Anyway, based on this idea: Cannot mount on MacOS with macFUSE 4.x - #5 by cva since I’m not going to learn docker in the next few weeks, I’m trying to get a “lightweight” virtualization with mount support using https://multipass.run and ubuntu LTS and sharing mounted content via samba to Windows or macOS
I got it working and it seems pretty fast. As soon I’ll have time, I’ll try to post a tutorial, but it is really simple to get it running.
Anyway, I know that curiosity killed the cat, but I really would like to know what’s the matter about implementing restic with cgofuse
It has been wonderful using restic until I had to find a specific version of a file. The main feature I’d expect from a versioning backup system is to check for vesions quite simply. Searching in a mounted repository can be “enough” simple since you can use native os tools like find. But to use restic’s find feature in an effective way you have to rely on json output and write some code (and sadly I haven’t time to).
In your knowledge, is there any python script or other tool that allows to “isolate” all “unique” versions of a given file, based on restic output?
What’s your definition of a “version” of a file? Are you saying that what you want to be able to find is in which snapshots a given file/path was changed (e.g. if you have ten snapshots and it was new in the second one, changed in the fifth and seventh, you want to get a list of snapshots two, five and seven)?
Versioning isn’t really one of restic’s goals - backups are (these are different things). But I understand you might want this.
But this relies on correct mtime, i.e. if you modify a file in a way that mtime and size keeps the same, it will be identified as an identical version.
I just came here to make sure people knew about this! I didn’t realize Rclone could mount on MacOS 11 (Big Sur) or later. Is there any way we could either adopt Rclone’s method of mounting OR utilize Rclone for all “restic mount” commands?
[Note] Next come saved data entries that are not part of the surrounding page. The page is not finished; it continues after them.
def _open_source(path: str) -> _Source:
    """Identify a recording and prepare a reader for it (no samples read yet)."""
    _check_path(path)
    try:
        with sf.SoundFile(path) as f:
            rate, ch, frames = int(f.samplerate), int(f.channels), int(f.frames)
            major, subtype = f.format, f.subtype
    except (sf.LibsndfileError, RuntimeError) as err:
        message = str(err)
        if "not recognised" in message or "unknown format" in message.lower():
            return _open_ffmpeg(path)
        detail = message.split(":", 1)[-1].strip() if "Error opening" in message else message
        raise InputError(f"{path}: unreadable audio file (libsndfile: {detail.rstrip('.')})") from None

    warnings: list[str] = []
    _check_rate(path, rate)
    declared: int | None = frames

    def opener() -> sf.SoundFile:
        return sf.SoundFile(path)

    if major in ("WAV", "WAVEX"):
        layout = _parse_riff(path)
        if layout is not None and layout.block_align > 0:
            present = layout.data_present // layout.block_align
            partial = layout.data_present % layout.block_align
            declared_bytes = layout.data_declared
            cut = " (the last frame was cut mid-way and is dropped)" if partial else ""
            if declared_bytes in (0, 0xFFFFFFFF) and present > 0:
                placeholder = "0" if declared_bytes == 0 else "0xFFFFFFFF"
                warnings.append(
                    f"damaged header: the data-chunk size is {placeholder} (the writer did not "
                    f"finish); read the {_fmt_s(present, rate)} of audio present{cut}"
                )
                declared = present
                if frames < present:
                    raw_subtype = _raw_subtype(layout)
                    if raw_subtype is None:
                        raise InputError(
                            f"{path}: the header's data size is {placeholder} and the "
                            f"{layout.data_present} bytes of encoded audio (format tag "
                            f"{layout.format_tag}) cannot be recovered; re-save the file"
                        )
                    offset, length = layout.data_offset, present * layout.block_align

                    def opener() -> sf.SoundFile:
                        return sf.SoundFile(_Window(path, offset, length), format="RAW",
                                            subtype=raw_subtype, channels=ch,
                                            samplerate=rate, endian="LITTLE")

                    frames = present
            elif declared_bytes > layout.data_present:
                want = declared_bytes // layout.block_align
                warnings.append(
                    f"truncated: the header declares {_fmt_s(want, rate)} of audio but the file "
                    f"holds {_fmt_s(present, rate)} (the writer probably stopped); "
                    f"using what is there{cut}"
                )
                declared = present
    elif major == "AIFF":
        comm = _aiff_declared_frames(path)
        if comm is not None and comm > frames:
            warnings.append(
                f"truncated: the header declares {_fmt_s(comm, rate)} of audio but the file "
                f"holds {_fmt_s(frames, rate)}; using what is there"
            )
    elif major == "OGG" and not _ogg_has_end(path):
        warnings.append(
            "truncated: the Ogg stream has no end-of-stream page (the file was cut off); "
            "using what is there"
        )

    info = AudioInfo(path=path, sample_rate_hz=rate, channels=ch, frames=frames,
                     duration_s=frames / rate, format=major, subtype=subtype)
    clip = CLIP_LEVEL_FS
    if subtype in ("PCM_U8", "PCM_S8", "ULAW", "ALAW"):
        clip = 1.0 - 1.0 / 128.0
    return _Source(info=info, open_reader=lambda: _SndReader(opener, path),
                   warnings=warnings, declared_frames=declared, clip_level_fs=clip,
                   length_tolerance_frames=2304 if major == "MP3" else 0)


def _open_ffmpeg(path: str) -> _Source:
    if shutil.which("ffmpeg") is None or shutil.which("ffprobe") is None:
        if _looks_like_ffmpeg_container(path):
            raise DependencyError(
                f"{path}: reading this format needs ffmpeg, which is not installed "
                "(Debian/Ubuntu: sudo apt-get install ffmpeg), or convert it to WAV or FLAC"
            )
        raise InputError(
            f"{path}: not an audio file that libsndfile recognises "
            "(ffmpeg, which reads more formats, is not installed)"
        )
    cmd = ["ffprobe", "-v", "error", "-select_streams", "a:0", "-show_entries",
           "stream=codec_name,sample_rate,channels,duration:format=format_name,duration",
           "-of", "json", path]
    try:
        done = subprocess.run(cmd, check=False, capture_output=True, timeout=_FFMPEG_TIMEOUT_S,
                              stdin=subprocess.DEVNULL)
    except subprocess.TimeoutExpired:
        raise InputError(f"{path}: ffprobe did not answer within {_FFMPEG_TIMEOUT_S:.0f} s") from None
    try:
        meta = json.loads(done.stdout.decode("utf-8", "replace") or "{}")
    except json.JSONDecodeError:
        meta = {}
    streams = meta.get("streams") or []
    if done.returncode != 0 or not streams:
        said = _ffmpeg_said(done.stderr.decode("utf-8", "replace"))
        if "moov atom not found" in said:
            raise InputError(
                f"{path}: unreadable MP4/M4A: its index (moov atom) is missing, as when the "
                "recorder stopped before finishing the file; no audio can be recovered"
            )
        if Path(path).suffix.lower() in _FFMPEG_EXTENSIONS and said and not streams:
            raise InputError(f"{path}: unreadable audio file (ffmpeg: {said})")
        raise InputError(f"{path}: not an audio file (neither libsndfile nor ffmpeg can read it)")
    st = streams[0]
    try:
        rate = int(st["sample_rate"])
        ch = int(st["channels"])
    except (KeyError, ValueError):
        raise InputError(f"{path}: ffmpeg finds no usable audio stream in it") from None
    _check_rate(path, rate)
    if ch < 1:
        raise InputError(f"{path}: the audio stream has no channels")
    duration = None
    for source in (st, meta.get("format") or {}):
        try:
            duration = float(source["duration"])
            break
        except (KeyError, ValueError, TypeError):
            continue
    frames = round(duration * rate) if duration is not None else 0
    container = (meta.get("format") or {}).get("format_name", "unknown")
    info = AudioInfo(path=path, sample_rate_hz=rate, channels=ch, frames=frames,
                     duration_s=frames / rate, format=f"ffmpeg:{container}",
                     subtype=str(st.get("codec_name", "unknown")))
    return _Source(info=info, open_reader=lambda: _FfmpegReader(path, ch), warnings=[],
                   declared_frames=None, via_ffmpeg=True)


def probe(path: str | os.PathLike) -> AudioInfo:
    """Read a recording's header without decoding its samples.

    Raises :class:`~popmeter.errors.InputError` for a missing, empty,
    unrecognised or unreadable file and for a sample rate outside
    8-192 kHz; :class:`~popmeter.errors.DependencyError` when the format needs
    ffmpeg and it is missing. A 0-frame file is returned as it is (frames=0);
    :func:`open_stream` rejects it.
    """
    return _open_source(os.fspath(path)).info


# ---------------------------------------------------------------- channel choice


class _ChoiceScorer:
    """Streaming click-to-noise ratio per channel (see :func:`click_to_noise_db`).

    Holds one second of high-passed float32 samples per channel and two numbers
    per second and channel: memory stays a few MB whatever the file's length.
    """

    _SLICE_FRAMES = 8192

    def __init__(self, sample_rate_hz: int, channels: int):
        fc = min(CHOICE_HIGHPASS_HZ, 0.45 * sample_rate_hz)
        self._sos = signal.butter(4, fc, btype="highpass", fs=sample_rate_hz, output="sos")
        self._zi = np.zeros((self._sos.shape[0], 2, channels))
        self._seg = np.zeros((int(sample_rate_hz), channels), np.float32)  # one second
        self._fill = 0
        self._peaks: list[np.ndarray] = []
        self._noise: list[np.ndarray] = []

    def update(self, block: np.ndarray) -> None:
        for k in range(0, len(block), self._SLICE_FRAMES):
            piece = block[k: k + self._SLICE_FRAMES]
            hp, self._zi = signal.sosfilt(self._sos, piece, axis=0, zi=self._zi)
            taken = 0
            while taken < len(hp):
                room = len(self._seg) - self._fill
                part = hp[taken: taken + room]
                self._seg[self._fill: self._fill + len(part)] = part
                self._fill += len(part)
                taken += len(part)
                if self._fill == len(self._seg):
                    self._add(self._seg)
                    self._fill = 0

    def _add(self, seg: np.ndarray) -> None:
        mag = np.abs(seg)
        self._peaks.append(mag.max(axis=0))
        # robust noise: median absolute value / 0.6745 (Donoho & Johnstone 1994)
        self._noise.append(np.median(mag, axis=0) / 0.6745)

    def result_db(self) -> np.ndarray:
        # a last partial second counts if it is at least a quarter second long
        if self._fill and (self._fill >= len(self._seg) // 4 or not self._peaks):
            self._add(self._seg[: self._fill])
            self._fill = 0
        if not self._peaks:
            return np.full(self._zi.shape[2], -np.inf)
        peak = np.percentile(np.vstack(self._peaks), 90, axis=0)
        noise = np.median(np.vstack(self._noise), axis=0)
        with np.errstate(divide="ignore"):
            return 20 * np.log10(np.maximum(peak, 1e-12) / np.maximum(noise, 1e-9))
But yeah as it stands, there’s no way to get a repository mounted (without a virtual / secondary machine anyway). Restic still relies on OSXFUSE. That said, Rclone can even mount on Windows too. I totally didn’t realize that. I’m hoping all of this is possible to port to Restic too - or, in the least, it’s possible to utilize Rclone to do the heavy lifting for Restic!
Until this is resolved, I created the following script to enable browsing of a restic archive using Docker and rclone. Rclone can serve a directory as an HTTP service, so instead of mounting to the local disk, one can access snapshots in the browser.
#!/usr/bin/env bash
# Start docker desktop if it is not running
if (! docker stats --no-stream ); then
# On Mac OS this would be the terminal command to launch Docker
open -a Docker
#Wait until Docker daemon is running and has completed initialisation
while (! docker stats --no-stream ); do
# Docker takes a few seconds to initialize
echo "Waiting for Docker to launch..."
sleep 1
done
fi
# create a short script for the container to mount and serve
cat <<EOF > /tmp/dscrpt
mkdir -p /rcmount
restic mount /rcmount &
exec rclone serve http /rcmount -L --addr 0.0.0.0:8080
EOF
chmod +x /tmp/dscrpt
# Run a container with restic and rclone
docker run \
--privileged \
--device "/dev/fuse:/dev/fuse" \
-e RESTIC_REPOSITORY=$RESTIC_REPOSITORY \
-e RESTIC_PASSWORD="$(gpg --decrypt $HOME/.config/restic/restic_passwd.gpg)" \
-p 127.0.0.1:8080:8080 \
-v "$HOME/.config/rclone/rclone.conf:/root/.config/rclone/rclone.conf" \
-v "/tmp/dscrpt:/dscrpt" \
--entrypoint "/bin/sh" \
tofran/restic-rclone:latest_latest /dscrpt
# Now go to localhost:8080 in your browser to browse snapshots
Wow… beautiful. Thanks so much. I was beginning to try jumping through hoops using WSL (except I’m almost sure that wouldn’t work as I don’t believe WSL has FUSE).